RECORDS SHOWN:
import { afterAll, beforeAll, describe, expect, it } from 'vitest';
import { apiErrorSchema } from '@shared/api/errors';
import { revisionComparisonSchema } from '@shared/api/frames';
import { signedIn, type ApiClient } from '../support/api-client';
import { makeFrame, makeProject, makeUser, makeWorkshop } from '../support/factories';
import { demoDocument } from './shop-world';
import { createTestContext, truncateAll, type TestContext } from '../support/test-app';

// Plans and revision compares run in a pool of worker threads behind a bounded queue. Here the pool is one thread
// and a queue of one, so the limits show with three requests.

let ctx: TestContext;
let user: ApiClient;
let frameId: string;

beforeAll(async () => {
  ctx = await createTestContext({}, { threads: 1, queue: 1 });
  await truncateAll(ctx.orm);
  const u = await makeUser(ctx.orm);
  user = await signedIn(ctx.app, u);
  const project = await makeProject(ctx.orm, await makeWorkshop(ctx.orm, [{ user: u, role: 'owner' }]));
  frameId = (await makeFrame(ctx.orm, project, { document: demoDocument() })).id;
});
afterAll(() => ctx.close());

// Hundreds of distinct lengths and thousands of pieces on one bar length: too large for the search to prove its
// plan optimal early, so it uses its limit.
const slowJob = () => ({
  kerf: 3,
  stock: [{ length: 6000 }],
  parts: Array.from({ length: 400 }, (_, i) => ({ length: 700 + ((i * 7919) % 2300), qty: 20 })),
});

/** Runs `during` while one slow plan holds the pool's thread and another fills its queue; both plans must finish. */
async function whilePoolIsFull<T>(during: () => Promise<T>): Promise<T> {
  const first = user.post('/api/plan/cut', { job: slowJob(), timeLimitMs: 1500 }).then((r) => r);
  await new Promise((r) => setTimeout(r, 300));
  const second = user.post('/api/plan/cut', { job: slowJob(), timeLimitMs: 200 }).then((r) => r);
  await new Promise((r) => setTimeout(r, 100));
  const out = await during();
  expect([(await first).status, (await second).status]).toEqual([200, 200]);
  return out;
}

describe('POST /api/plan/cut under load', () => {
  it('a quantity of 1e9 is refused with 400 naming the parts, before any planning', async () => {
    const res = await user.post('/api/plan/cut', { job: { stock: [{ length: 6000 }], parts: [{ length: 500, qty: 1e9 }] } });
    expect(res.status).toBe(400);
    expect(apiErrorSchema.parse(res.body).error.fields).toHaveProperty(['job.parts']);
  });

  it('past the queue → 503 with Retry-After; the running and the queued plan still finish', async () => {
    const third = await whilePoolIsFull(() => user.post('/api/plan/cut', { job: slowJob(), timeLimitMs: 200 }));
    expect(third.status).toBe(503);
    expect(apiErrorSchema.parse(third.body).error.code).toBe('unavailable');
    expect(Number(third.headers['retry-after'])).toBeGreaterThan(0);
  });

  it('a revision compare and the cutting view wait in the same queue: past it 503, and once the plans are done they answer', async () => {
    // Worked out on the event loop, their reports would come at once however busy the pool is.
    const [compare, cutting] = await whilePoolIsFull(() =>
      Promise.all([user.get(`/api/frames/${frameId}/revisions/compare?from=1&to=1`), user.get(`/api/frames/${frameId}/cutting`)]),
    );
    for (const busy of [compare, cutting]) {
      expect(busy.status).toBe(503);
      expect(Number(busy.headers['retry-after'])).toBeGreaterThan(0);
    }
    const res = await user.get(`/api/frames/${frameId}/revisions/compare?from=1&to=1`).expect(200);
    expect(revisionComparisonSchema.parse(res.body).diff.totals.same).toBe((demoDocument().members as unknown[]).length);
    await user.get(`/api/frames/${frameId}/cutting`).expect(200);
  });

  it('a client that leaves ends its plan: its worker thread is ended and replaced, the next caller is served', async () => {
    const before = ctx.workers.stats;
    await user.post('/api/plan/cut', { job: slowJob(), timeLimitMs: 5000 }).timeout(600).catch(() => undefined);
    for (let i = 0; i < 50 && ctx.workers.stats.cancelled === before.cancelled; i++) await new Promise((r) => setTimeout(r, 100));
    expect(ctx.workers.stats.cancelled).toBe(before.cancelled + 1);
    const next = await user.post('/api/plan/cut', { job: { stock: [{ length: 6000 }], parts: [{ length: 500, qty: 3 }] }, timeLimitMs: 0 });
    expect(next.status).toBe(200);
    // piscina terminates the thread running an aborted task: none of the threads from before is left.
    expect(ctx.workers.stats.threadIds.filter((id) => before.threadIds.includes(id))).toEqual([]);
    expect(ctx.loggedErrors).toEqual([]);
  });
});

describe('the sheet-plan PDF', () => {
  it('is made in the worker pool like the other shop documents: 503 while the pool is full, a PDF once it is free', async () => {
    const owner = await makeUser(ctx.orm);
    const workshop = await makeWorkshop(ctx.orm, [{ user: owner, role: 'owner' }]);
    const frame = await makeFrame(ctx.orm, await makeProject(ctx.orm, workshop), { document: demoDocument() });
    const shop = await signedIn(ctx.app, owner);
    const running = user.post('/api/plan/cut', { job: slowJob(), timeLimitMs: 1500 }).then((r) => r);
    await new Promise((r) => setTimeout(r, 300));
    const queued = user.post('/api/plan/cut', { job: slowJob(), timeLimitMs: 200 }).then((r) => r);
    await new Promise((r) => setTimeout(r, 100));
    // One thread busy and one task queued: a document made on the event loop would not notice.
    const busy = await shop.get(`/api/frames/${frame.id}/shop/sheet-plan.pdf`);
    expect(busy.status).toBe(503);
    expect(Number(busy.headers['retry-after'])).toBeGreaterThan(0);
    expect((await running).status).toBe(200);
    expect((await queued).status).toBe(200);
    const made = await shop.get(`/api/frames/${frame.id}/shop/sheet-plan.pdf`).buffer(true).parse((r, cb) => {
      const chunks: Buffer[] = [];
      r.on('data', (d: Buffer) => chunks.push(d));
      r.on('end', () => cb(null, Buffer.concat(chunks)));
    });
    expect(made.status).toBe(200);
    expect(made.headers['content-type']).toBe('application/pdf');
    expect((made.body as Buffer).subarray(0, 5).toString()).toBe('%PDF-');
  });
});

PROBLEM DETAILS: In the listing, find every line containing the word "makeWorkshop" and list it.

WRITTEN ANSWER:
import { makeFrame, makeProject, makeUser, makeWorkshop } from '../support/factories';
  const project = await makeProject(ctx.orm, await makeWorkshop(ctx.orm, [{ user: u, role: 'owner' }]));
    const workshop = await makeWorkshop(ctx.orm, [{ user: owner, role: 'owner' }]);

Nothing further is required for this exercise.